The p53 stress response pathway has been implicated in the pathogenesis of many different diseases, including neurological^53–57, cardiovascular^58,59 and infectious diseases^60,61. Indeed in our Analysis, we have found SNPs in p53 pathway genes that have overlapped susceptibility loci for other, non-cancerous diseases (Supplementary Table 14). However, we did not find p53 pathway genes to be significantly enriched in susceptibility loci for any other major disease groupings, other than cancer, for which sufficient GWAS studies were available to interrogate. These included diseases of the nervous, circulatory, digestive and musculoskeletal systems (Figures 5 and 6). Similar observations have been made in LFS families and mice carrying highly penetrant TP53 mutations, whereby carriers have a dramatically high risk of developing a broad range of cancers, but not other diseases^14,89. A clearer picture will emerge with the accrual of more data on the genetic basis of human disease susceptibility. Indeed, a challenge of the GWAS design is the necessity for large patient cohorts to compensate for the much needed multiple hypothesis testing correction. Thus, rarer diseases and syndromes for which p53 (mis-)activity has been attributed to, have yet to be thoroughly examined^90–93. However, the data generated in GWAS thus far suggest that genetic differences in the p53 pathway primarily affect susceptibility to cancer, rather than other major diseases such as Alzheimer’s disease, multiple sclerosis, coronary heart disease, type 2 diabetes and schizophrenia. As agents that modulate the levels of p53 signaling are entering the clinic²⁹, such information could prove useful to help to predict and monitor potential side effects.

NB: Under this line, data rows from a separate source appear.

class Demo:
    """The demo's steps, printing to ``out``."""

    def __init__(self, base_url: str, out: TextIO, scale: float, seed: int) -> None:
        import httpx

        self.http = httpx.Client(base_url=base_url, timeout=60)
        self.out = out
        self.plans = default_days(scale)
        self.seed = seed
        self.fed = 0  # documents queued so far (the worker's target)
        self.expected_learned = 0
        self.seen_alerts: set[str] = set()
        # the warm-up is day 1, whatever the scale
        self.config = {**DEMO_CONFIG, "warmup_documents": self.plans[0].messages}

    # -- output ------------------------------------------------------------------------------
    def say(self, text: str = "") -> None:
        print(text, file=self.out, flush=True)

    def rule(self, title: str) -> None:
        """A section header; every one says the data are invented."""
        self.say()
        header = f"== {title} [invented data] "
        if len(header) + 2 > RULER_WIDTH:  # too long for one ruler: the title above it
            self.say(f"{title} [invented data]")
            header = ""
        self.say(header + "=" * (RULER_WIDTH - len(header)))

    # -- API helpers -------------------------------------------------------------------------
    def call(self, method: str, path: str, **kwargs: Any) -> Any:
        response = self.http.request(method, path, **kwargs)
        if response.status_code >= 400:
            raise CommandError(f"{method} {path}: {response.status_code} {response.text}")
        return response.json() if response.content else None

    def queue(self, messages: list[DemoMessage]) -> list[str]:
        stream_ids: list[str] = []
        for start in range(0, len(messages), 500):
            part = messages[start : start + 500]
            answer = self.call(
                "POST",
                f"/models/{MODEL}/documents",
                json={"documents": [{"id": m.id, "text": m.text} for m in part]},
            )
            stream_ids.extend(s for s in answer["stream_ids"] if s is not None)
        self.fed += len(messages)
        self.expected_learned += len(messages)
        return stream_ids

    def wait_learned(
        self, target: int, timeout: float = 30.0, required: bool = True
    ) -> dict[str, Any] | None:
        """Wait until the served model has learned ``target`` documents (None on timeout
        when not ``required``)."""
        deadline = time.time() + timeout
        while True:
            model = self.call("GET", f"/models/{MODEL}")
            stream = model.get("stream") or {}
            caught_up = stream.get("watermark") == stream.get("last_id")
            if model["documents_learned"] >= target and caught_up:
                return model  # type: ignore[no-any-return]
            if time.time() > deadline:
                if not required:
                    return None
                raise CommandError(
                    f"the worker learned {model['documents_learned']} of {target} documents "
                    f"in {timeout:.0f} s"
                )
            time.sleep(0.1)

    def weights_line(self, model: dict[str, Any]) -> str:
        return " ".join(f"{w:5.3f}" for w in model["weights"])

    def new_alerts(self) -> list[dict[str, Any]]:
        alerts = self.call("GET", f"/models/{MODEL}/drift/alerts")["alerts"]
        fresh = [a for a in alerts if a["id"] not in self.seen_alerts]
        self.seen_alerts.update(a["id"] for a in alerts)
        return fresh

    # -- steps -------------------------------------------------------------------------------
    def create_model(self) -> None:
        self.rule("1. a model for the passenger inbox")
        self.call(
            "POST",
            "/models",
            json={"name": MODEL, "config": self.config, "options": DEMO_OPTIONS},
        )
        self.say(
            f"POST /models  name={MODEL}  groups={DEMO_CONFIG['n_groups']}  "
            f"warm-up={self.config['warmup_documents']} documents  "
            f"half-life={DEMO_CONFIG['half_life_documents']} documents"
        )

    def feed_days(self) -> None:
        self.rule("2. a week of (invented) passenger mail, learned online")
        k = DEMO_CONFIG["n_groups"]
        self.say(f"{'day':<4}{'what happened':<36}{'learned':>8}  weights of groups 0..{k - 1}")
        for plan in self.plans:
            messages = generate_day(plan, self.seed)
            if plan.junk:
                self.junk_day(plan.day, plan.title, messages)
                continue
            self.queue(messages)
            model = self.wait_learned(self.expected_learned)
            self.say(
                f"{plan.day:<4}{plan.title:<36}{model['documents_learned']:>8}  "
                f"{self.weights_line(model)}"
            )
            for alert in self.new_alerts():
                self.say(f"    DRIFT ALERT (version {alert['version']}): {alert['reason']}")

    def junk_day(self, day: int, title: str, messages: list[DemoMessage]) -> None:
        first_junk = next(i for i, m in enumerate(messages) if m.theme == "junk")
        last_junk = max(i for i, m in enumerate(messages) if m.theme == "junk")
        before, burst, after = (
            messages[:first_junk],
            messages[first_junk : last_junk + 1],
            messages[last_junk + 1 :],
        )
        self.queue(before)
        self.wait_learned(self.expected_learned)
        snap = self.call(
            "POST", f"/models/{MODEL}/snapshots", json={"reason": "before the junk burst"}
        )
        self.say(
            f"    snapshot {snap['id']} of version {snap['version']} "
            f"({snap['documents_learned']} documents learned): 'before the junk burst'"
        )
        burst_ids = self.queue(burst)
        self.queue(after)
        model = self.wait_learned(self.expected_learned)
        self.say(f"{day:<4}{title:<36}{model['documents_learned']:>8}  {self.weights_line(model)}")
        for alert in self.new_alerts():
            self.say(f"    DRIFT ALERT (version {alert['version']}): {alert['reason']}")
        self.show_spoiled(len(burst))
        self.rollback(snap, burst_ids, len(after))

    def show_spoiled(self, n_junk: int) -> None:
        groups = self.call("GET", f"/models/{MODEL}/groups", params={"top": 8})["groups"]
        junk = set(JUNK_WORDS)
        self.say(f"    the burst of {n_junk} junk messages was learned; groups now holding junk:")
        for group in groups:
            words = [t["term"] for t in group["top_terms"]]
            hits = [w for w in words if w in junk]
            if hits:
                self.say(f"      group {group['group']}: top terms {', '.join(words)}")

    def rollback(self, snap: dict[str, Any], burst_ids: list[str], n_after: int) -> None:
        self.rule("3. rollback: restore the snapshot and replay the stream without the burst")
        first, last = burst_ids[0], burst_ids[-1]
        result = self.call(
            "POST",
            f"/models/{MODEL}/snapshots/{snap['id']}/restore",
            json={"replay": True, "skip_ids": [[first, last]]},
        )
        self.say(
            f"POST /models/{MODEL}/snapshots/{snap['id']}/restore  replay=true  "
            f"skip {first}..{last}"
        )
        self.say(
            f"  -> version {result['version']} (parent {result['parent']}; replaced version "
            f"{result['replaced_version']}, kept as safety snapshot {result['safety_snapshot_id']})"
        )
        self.expected_learned = snap["documents_learned"] + n_after
        self.replayed = n_after
        self.skipped = len(burst_ids)
        self.say(
            f"  the worker relearns the {n_after} messages after the snapshot from the stream, "
            f"skipping the {len(burst_ids)} junk ones"
        )
        model = self.wait_learned(self.expected_learned, timeout=5.0, required=False)
        if model is not None:
            self.say(
                f"  replay done: version {model['version']}, {model['documents_learned']} "
                f"documents learned; weights {self.weights_line(model)}"
            )
        else:  # an idle worker notices the rollback when it next reads (day 6 wakes it)
            self.say("  replay starts when the worker next reads the stream (day 6 below)")

    def label_groups(self) -> dict[int, str]:
        """The demo plays the operator: it names each group after the theme whose vocabulary
        overlaps the group's top terms most (a person would read the same lists)."""
        groups = self.call("GET", f"/models/{MODEL}/groups", params={"top": 15})["groups"]
        names: dict[int, str] = {}
        for group in groups:
            terms = {t["term"] for t in group["top_terms"]} | {
                t["term"] for t in group["distinctive_terms"]
            }
            best = max(THEMES, key=lambda theme: len(terms & set(theme.words)))
            names[group["group"]] = best.title
            self.call(
                "PUT",
                f"/models/{MODEL}/groups/{group['group']}/label",
                json={"label": best.title, "destination": f"{best.name}@saltgrass.invalid"},
            )
        return names

    def route_fresh(self) -> None:
        self.rule("5. routing fresh messages (operator labels set from the top terms)")
        self.label_groups()
        examples = fresh_examples(self.seed + 7)
        answer = self.call(
            "POST",
            f"/models/{MODEL}/route",
            json={"documents": [{"id": m.id, "text": m.text} for m in examples], "top": 3},
        )
        self.say(
            f"model version {answer['version']}, review threshold {answer['review_threshold']}"
        )
        for message, result in zip(examples, answer["results"], strict=True):
            text = message.text if len(message.text) <= 96 else message.text[:93] + "..."
            # the margin is the first two of these minus each other: not printed again
            posterior = "  ".join(
                f"g{p['group']}={format_probability(p['probability'])}" for p in result["posterior"]
            )
            review = (
                "REVIEW (" + ", ".join(result["review_reasons"]) + ")" if result["review"] else ""
            )
            self.say(f"- [{message.theme}] {text}")
            self.say(f"    -> group {result['group']} '{result['label']}'  {posterior}  {review}")

    def agreement(self) -> None:
        """Route the last day again and compare with the invented ground truth (purity)."""
        messages = generate_day(self.plans[-1], self.seed + 99)
        results: list[dict[str, Any]] = []
        for start in range(0, len(messages), 50):  # as an intake system would: small batches
            part = messages[start : start + 50]
            answer = self.call(
                "POST",
                f"/models/{MODEL}/route",
                json={"documents": [{"id": m.id, "text": m.text} for m in part]},
            )
            results.extend(answer["results"])
        by_group: dict[int, Counter[str]] = {}
        for message, result in zip(messages, results, strict=True):
            by_group.setdefault(result["group"], Counter())[message.theme] += 1
        purity = sum(c.most_common(1)[0][1] for c in by_group.values()) / len(messages)
        reviewed = sum(r["review"] for r in results)
        reasons = Counter(reason for r in results for reason in r["review_reasons"])
        self.rule("4. routing a new day of mail")
        self.say(
            f"{len(messages)} new messages routed: purity {purity:.3f} against the invented "
            f"themes (share of messages in their group's majority theme); {reviewed} flagged "
            "for review"
            + (
                f" ({', '.join(f'{k}: {v}' for k, v in sorted(reasons.items()))})"
                if reasons
                else ""
            )
        )

    def describe(self) -> None:
        self.rule("6. what the groups are about (top terms) and their final weights")
        groups = self.call("GET", f"/models/{MODEL}/groups", params={"top": 8})["groups"]
        for group in groups:
            terms = ", ".join(t["term"] for t in group["top_terms"])
            self.say(f"group {group['group']}  weight {group['weight']:.3f}  '{group['label']}'")
            self.say(f"    {terms}")

    def plot(self, path: str) -> None:
        from service.plot import PlotError, fetch_plot_inputs, write_weights_plot

        try:
            inputs = fetch_plot_inputs(lambda p, **kw: self.call("GET", p, **kw), MODEL)
            write_weights_plot(inputs, path, title="mixture weights (invented ferry-inbox demo)")
        except PlotError as error:
            raise CommandError(str(error)) from None
        self.say(f"wrote {path}")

One of the most striking findings of our analyses is the strong similarities between the causal, somatic mutations and the inherited, cancer-associated SNPs of the p53 pathway. We have found that both classes of genetic variants occur in a high proportion of p53 pathway genes (Figures 1 and 3) in multiple cancer types (Figure 7), and in similar genes (Figure 8). Together, these observations suggest that certain genes in p53 signaling are highly sensitive to both heritable and somatic genetic variants resulting in differential tumor suppression in multiple tissue types. Indeed, for all of these genes their importance in cancer has been demonstrated in mouse models^94–113. This group of genes encode important known regulators and effectors of p53-dependent stress signaling^71,114–127. Indeed, it has been conclusively demonstrated that moderate alterations in expression levels of these genes through genome engineering of mice can lead to differences in cancer risk and progression^97,128–133. Our results provide added human genetic evidence of their central roles in regulating or affecting p53 signaling and provide further evidence that targeting these genes and their protein products could prove an efficient method to modulate p53 signaling in a clinical setting. Our observations also suggest that the high frequency inherited genetic variants of these genes should be considered when designing and testing patient stratification strategies, which are currently under development and are aimed at predicting responsiveness to conventional and targeted cancer therapies^29,31. The added information about the inherent differences in p53 signaling gained by these easily accessible and measurable biomarkers, could contribute to improving the efficacy of p53 pathway-based surveillance and treatment strategies, which has been lacking in the vast majority of cases²⁹.